"""Digits of what stands in front of an opaque film or between good mirrors on a plate; 50 digits by other routes.

One rounding of the inputs changes none of these by more than 1e-13 of itself.
"""

import mpmath as mp
import numpy as np
import pytest
from truth.plates_reference import solve_plates
from truth.reference import DIGITS, Media, solve

import filmstack as fs
from filmstack.wave.route import forced

C = fs.constant


@pytest.fixture(params=["small", "compiled"], autouse=True)
def route(request):
    with forced(request.param):
        yield


FRONT = [(1.7, 0.3, 140.0), (2.1, 0.0, 50.0), (1.5, 0.02, 90.0)]


def _before_metal(thickness):
    films = [*FRONT, (0.05, 3.3, thickness)]
    rows = [(1.0, 0.0, 0.0), *films, (1.5, 0.0, 0.0)]
    stack = fs.Stack(C(1.0), [fs.Layer(C(n, k), d) for n, k, d in films], C(1.5))
    return stack, Media(*(list(column) for column in zip(*rows, strict=True)))


THICKNESSES = [
    1e3,
    pytest.param(1e6, marks=pytest.mark.xfail(strict=True, reason="the decay in front is a difference of large sums")),
]


@pytest.mark.parametrize("thickness", THICKNESSES)
def test_absorptance_of_films_before_thick_metal(thickness):
    stack, media = _before_metal(thickness)
    s = fs.spectrum(stack, 550.0, 30.0)
    for p, found in ((False, s.A_layers_s), (True, s.A_layers_p)):
        for value, wanted in zip(found[:, 0, 0], solve(media, 550.0, 30.0, p).A, strict=True):
            assert abs(mp.mpf(float(value)) - wanted) <= 1e-12 * wanted


@pytest.mark.parametrize("thickness", [1e3, 1e6])
def test_gradients_of_films_before_thick_metal(thickness):
    stack, media = _before_metal(thickness)
    by_d, by_n = fs.thickness_gradient(stack, 550.0, 30.0), fs.index_gradient(stack, 550.0, 30.0)
    with mp.workdps(DIGITS):
        start, step = solve(media, 550.0, 30.0, False), mp.mpf(10) ** -24
        for layer in range(len(FRONT)):
            for name, found in (("d", by_d.dR_s), ("n", by_n.dR_s_dn), ("k", by_n.dR_s_dk)):
                rows = {"n": list(media.n), "k": list(media.k), "d": list(media.d)}
                rows[name][layer + 1] = mp.mpf(rows[name][layer + 1]) + step
                slope = (solve(Media(**rows), 550.0, 30.0, False).R - start.R) / step
                assert abs(mp.mpf(float(found[layer, 0, 0])) - slope) <= 1e-9 * abs(slope), (layer, name)


AIR = (1.0, 0.0)
BETWEEN = pytest.mark.xfail(strict=True, reason="1 - R is a difference where a plate or film between mirrors absorbs")


def _both_faces(pairs, k_film, k_plate):
    mirror = [(2.35, k_film, 58.5), (1.45, 0.0, 94.8)] * pairs
    films = [fs.Layer(C(n, k), d) for n, k, d in mirror]
    return mirror, fs.Stack(C(1.0), [*films, fs.Plate(C(1.52, k_plate), 1.0), *films], C(1.0))


@pytest.mark.parametrize(
    ("pairs", "k_film", "k_plate"),
    [
        (20, 0.0, 0.0),
        (7, 0.0, 1e-9),
        (7, 1e-8, 0.0),
        pytest.param(15, 0.0, 1e-9, marks=BETWEEN),
        pytest.param(20, 0.0, 1e-12, marks=BETWEEN),
        pytest.param(20, 1e-8, 0.0, marks=BETWEEN),
    ],
)
def test_good_mirrors_on_both_faces_of_a_plate(pairs, k_film, k_plate):
    mirror, stack = _both_faces(pairs, k_film, k_plate)
    s = fs.spectrum(stack, 550.0)
    true = solve_plates((AIR, AIR), [mirror, mirror], [(1.52, k_plate, 1e6)], 550.0, 0.0, False)
    assert abs(mp.mpf(float(s.R_s[0, 0])) - true.R) <= 1e-12 * true.R
    assert abs(mp.mpf(float(s.T_s[0, 0])) - true.T) <= 1e-12 * true.T
    if k_plate:
        assert abs(mp.mpf(float(s.A_plates_s[0, 0, 0])) - true.plates[0]) <= 1e-12 * true.plates[0]


@pytest.mark.parametrize(
    "pairs",
    [
        7,
        pytest.param(20, marks=pytest.mark.xfail(strict=True, reason="d|r|^2 = 2 Re(r* dr) loses digits as R nears 1")),
    ],
)
def test_gradients_of_lossless_mirrors_on_both_faces_of_a_plate(pairs):
    # Conservation of energy: dR = -dT, and both against a difference of 50 digits.
    mirror, stack = _both_faces(pairs, 0.0, 0.0)
    gradient = fs.thickness_gradient(stack, 550.0)
    np.testing.assert_allclose(gradient.dR_s, -gradient.dT_s, rtol=1e-9)
    layer = 2 * pairs - 1
    with mp.workdps(DIGITS):
        step, ends = mp.mpf(10) ** -24, []
        for change in (0, step):
            front = [*mirror[:-1], (*mirror[-1][:2], mp.mpf(mirror[-1][2]) + change)]
            ends.append(solve_plates((AIR, AIR), [front, mirror], [(1.52, 0.0, 1e6)], 550.0, 0.0, False))
        for found, name in ((gradient.dR_s, "R"), (gradient.dT_s, "T")):
            slope = (getattr(ends[1], name) - getattr(ends[0], name)) / step
            assert abs(mp.mpf(float(found[layer, 0, 0])) - slope) <= 1e-9 * abs(slope), name
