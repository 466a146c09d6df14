import type { Express } from 'express';
import pino from 'pino';
import request from 'supertest';
import { v7 } from 'uuid';
import { connectServerDb } from '@/db/server/connect';
import { signIns } from '@/db/server/schema/people';
import { withShopUnsynced } from '@/db/server/transaction';
import { createApp } from '@/server/app';
import { refreshSeconds, signAccess, signRefresh } from '@/server/auth/tokens';
import type { PersonCtx } from '@/server/ctx';
import { makeDeps, type Deps } from '@/server/deps';
import { makePokes } from '@/server/events/pokes';
import { addPerson } from '@/server/people/addPerson';
import { createShop } from '@/server/shops/createShop';
import type { Role } from '@/shared/schema/primitives';
import type { ShopSettings } from '@/shared/schema/records';
import type { Change, PullResponse, PushResponse } from '@/shared/sync/protocol';
import { schemaVersion } from '@/shared/sync/syncTables';
import { testDb, type TestDb } from './testDb';

export const shopSettings: ShopSettings = {
  standardPressureText: '28',
  standardPressureUnit: 'inH2O',
  flowUnit: 'cfm',
  pressureUnit: 'inH2O',
  liftUnit: 'in',
  decimalMark: '.',
  referenceAir: 'dry20C',
  allowsSelfApproval: false,
};

/** A server in this process on a database of its own, with a clock that tests move. */
export type TestServer = {
  db: TestDb;
  deps: Deps;
  app: Express;
  /** moves the clock */
  pass: (ms: number) => void;
  close: () => Promise<void>;
};

export async function testServer(over: Partial<Deps> = {}): Promise<TestServer> {
  const db = await testDb();
  const log = pino({ level: 'silent' });
  const serverDb = connectServerDb(db.appUrl, () => undefined);
  const pokes = makePokes(serverDb, log);
  pokes.start();
  let aheadMs = 0;
  const many = [{ tries: 10_000, seconds: 60 }];
  const deps = makeDeps({
    db: serverDb,
    log,
    pokes,
    jwtSecret: new TextEncoder().encode('for tests only, thirty-two bytes or more'),
    buildId: 'test',
    clock: () => new Date(Date.now() + aheadMs),
    limits: { signInByMail: many, signInByPlace: many, enrolByPlace: many },
    ...over,
  });
  return {
    db,
    deps,
    app: createApp(deps),
    pass: (ms) => {
      aheadMs += ms;
    },
    close: async () => {
      pokes.endStreams();
      await pokes.stop();
      await serverDb.pool.end();
      await db.close();
    },
  };
}

export type TestPerson = { id: string; mail: string; password: string; token: string; cookie: string };
export type TestShop = { id: string; owner: PersonCtx; people: Record<Role, TestPerson> };

/** A shop with one person for each role, all signed in. `word` stands in every name, so that a leak can be seen. */
export async function testShop(server: TestServer, word: string): Promise<TestShop> {
  const password = `${word} has a long password`;
  const mailOf = (role: Role) => `${role}@${word}.example`;
  const newPerson = (role: Role, roles: Role[]) => ({
    name: `${word} ${role}`,
    mail: mailOf(role),
    password,
    roles,
    // one is enough: each costs a bcrypt hash
    pin: role === 'operator' ? '246810' : null,
  });
  const owner = await createShop(server.deps, {
    name: `${word} shop`,
    settings: shopSettings,
    owner: newPerson('owner', ['owner']),
  });
  const ids: Record<Role, string> = { owner: owner.actor.id, operator: '', technician: '', supervisor: '' };
  for (const role of ['operator', 'technician', 'supervisor'] as const)
    ids[role] = (await addPerson(owner, newPerson(role, [role]))).id;
  const signed = async (role: Role): Promise<TestPerson> => ({
    id: ids[role],
    mail: mailOf(role),
    password,
    ...(await openSignIn(server, owner.actor.shopId, ids[role])),
  });
  return {
    id: owner.actor.shopId,
    owner,
    people: {
      owner: await signed('owner'),
      operator: await signed('operator'),
      technician: await signed('technician'),
      supervisor: await signed('supervisor'),
    },
  };
}

/** A sign-in as the server makes it, without the slow comparison of passwords. */
async function openSignIn(server: TestServer, shopId: string, personId: string) {
  const { deps } = server;
  const [family, tokenId] = [v7(), v7()];
  await withShopUnsynced(deps.db, shopId, (tx) =>
    tx.orm.insert(signIns).values({
      shopId,
      id: family,
      personId,
      currentTokenId: tokenId,
      expiresAt: new Date(deps.clock().getTime() + refreshSeconds * 1000),
    }),
  );
  const claims = { shop: shopId, sub: personId, family };
  return {
    token: await signAccess(deps, claims),
    cookie: `inchwater_refresh=${await signRefresh(deps, { ...claims, jti: tokenId })}`,
  };
}

/** Signs in over the API. */
export async function signIn(server: TestServer, mail: string, password: string) {
  const answer = await request(server.app).post('/api/auth/sign-in').send({ mail, password }).expect(200);
  return { token: String(answer.body.accessToken), cookie: cookieOf(answer) };
}

/** Requests as a person who is signed in. */
export const asPerson = (server: TestServer, person: Pick<TestPerson, 'token'>) => {
  const signed = (call: request.Test) => call.set('Authorization', `Bearer ${person.token}`);
  return {
    get: (path: string) => signed(request(server.app).get(path)),
    post: (path: string) => signed(request(server.app).post(path)),
    put: (path: string) => signed(request(server.app).put(path)),
  };
};

/** The refresh cookie that an answer sets, as a browser would send it back. */
export function cookieOf(answer: request.Response): string {
  const set = answer.get('Set-Cookie')?.[0] ?? '';
  return set.split(';')[0] ?? '';
}

/** A bench device of a shop, which numbers its changes by itself. */
export class TestDevice {
  n = 0;
  constructor(
    private readonly server: TestServer,
    readonly id: string,
    readonly token: string,
    readonly by: string,
  ) {}

  change(over: Partial<Change> & Pick<Change, 'kind' | 'table' | 'rid'>): Change {
    this.n += 1;
    return {
      id: v7(),
      n: this.n,
      sv: schemaVersion,
      by: this.by,
      at: '2026-12-01T10:00:00.000Z',
      base: {},
      set: {},
      ...over,
    };
  }

  /** Sends a batch and gives the raw answer. */
  send(changes: unknown[], over: Record<string, unknown> = {}) {
    return request(this.server.app)
      .post('/api/sync/push')
      .set('Authorization', `Bearer ${this.token}`)
      .send({
        device: this.id,
        sv: schemaVersion,
        now: '2026-12-01T10:00:00.000Z',
        pendingCount: changes.length,
        changes,
        ...over,
      });
  }

  /** Sends a batch that is expected to be answered. */
  async push(...changes: unknown[]): Promise<PushResponse> {
    const answer = await this.send(changes);
    if (answer.status !== 200)
      throw new Error(`push answered ${answer.status} ${JSON.stringify(answer.body)}`);
    return answer.body as PushResponse;
  }

  pullPage(query: Record<string, unknown>) {
    return request(this.server.app)
      .get('/api/sync/pull')
      .set('Authorization', `Bearer ${this.token}`)
      .query({ after: 0, epoch: '', seen: '', sv: schemaVersion, ...query });
  }

  /** Everything of the feed from the beginning, page by page. */
  async pullAll(limit = 500): Promise<PullResponse> {
    let page = (await this.pullPage({ limit }).expect(200)).body as PullResponse;
    const items = [...page.items];
    while (page.more) {
      const { cursor, epoch, seen } = page;
      page = (await this.pullPage({ after: cursor, epoch, seen, limit }).expect(200)).body as PullResponse;
      items.push(...page.items);
    }
    return { ...page, items };
  }
}

/** Enrols a device through the API, with a code of the supervisor. */
export async function testDevice(server: TestServer, shop: TestShop, name = 'tablet'): Promise<TestDevice> {
  const made = await request(server.app)
    .post('/api/devices/enrolment-codes')
    .set('Authorization', `Bearer ${shop.people.supervisor.token}`)
    .expect(200);
  const enrolled = await request(server.app)
    .post('/api/sync/enrol')
    .send({ code: made.body.code, deviceName: name })
    .expect(200);
  return new TestDevice(server, enrolled.body.deviceId, enrolled.body.token, shop.people.operator.id);
}
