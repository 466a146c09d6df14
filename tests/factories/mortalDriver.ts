import type { DeviceDriver } from '@/db/device/driver';

export type MortalDriver = DeviceDriver & {
  /** the call after so many more never comes back, and none after it; every other time it was done but not answered */
  dieAt: (callsFromNow: number) => void;
  callCount: () => number;
};

/** A driver that dies as a browser is killed: in the middle, without a word. */
export function mortal(driver: DeviceDriver): MortalDriver {
  let left = Infinity;
  let count = 0;
  const guard =
    <A extends unknown[], R>(call: (...args: A) => Promise<R>) =>
    async (...args: A): Promise<R> => {
      count += 1;
      left -= 1;
      if (left < 0) throw new Error('killed');
      const result = await call(...args);
      // done, but nobody heard of it
      if (left === 0) throw new Error('killed');
      return result;
    };
  return {
    exec: guard(driver.exec),
    all: guard(driver.all),
    run: guard(driver.run),
    close: driver.close,
    dieAt: (callsFromNow) => {
      left = callsFromNow;
    },
    callCount: () => count,
  };
}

□ □ □ □ □

• EXERCISE
Pull every line that holds the string "technician" out of the records.

• TASK RESPONSE
  const ids: Record<Role, string> = { owner: owner.actor.id, operator: '', technician: '', supervisor: '' };
  for (const role of ['operator', 'technician', 'supervisor'] as const)
      technician: await signed('technician'),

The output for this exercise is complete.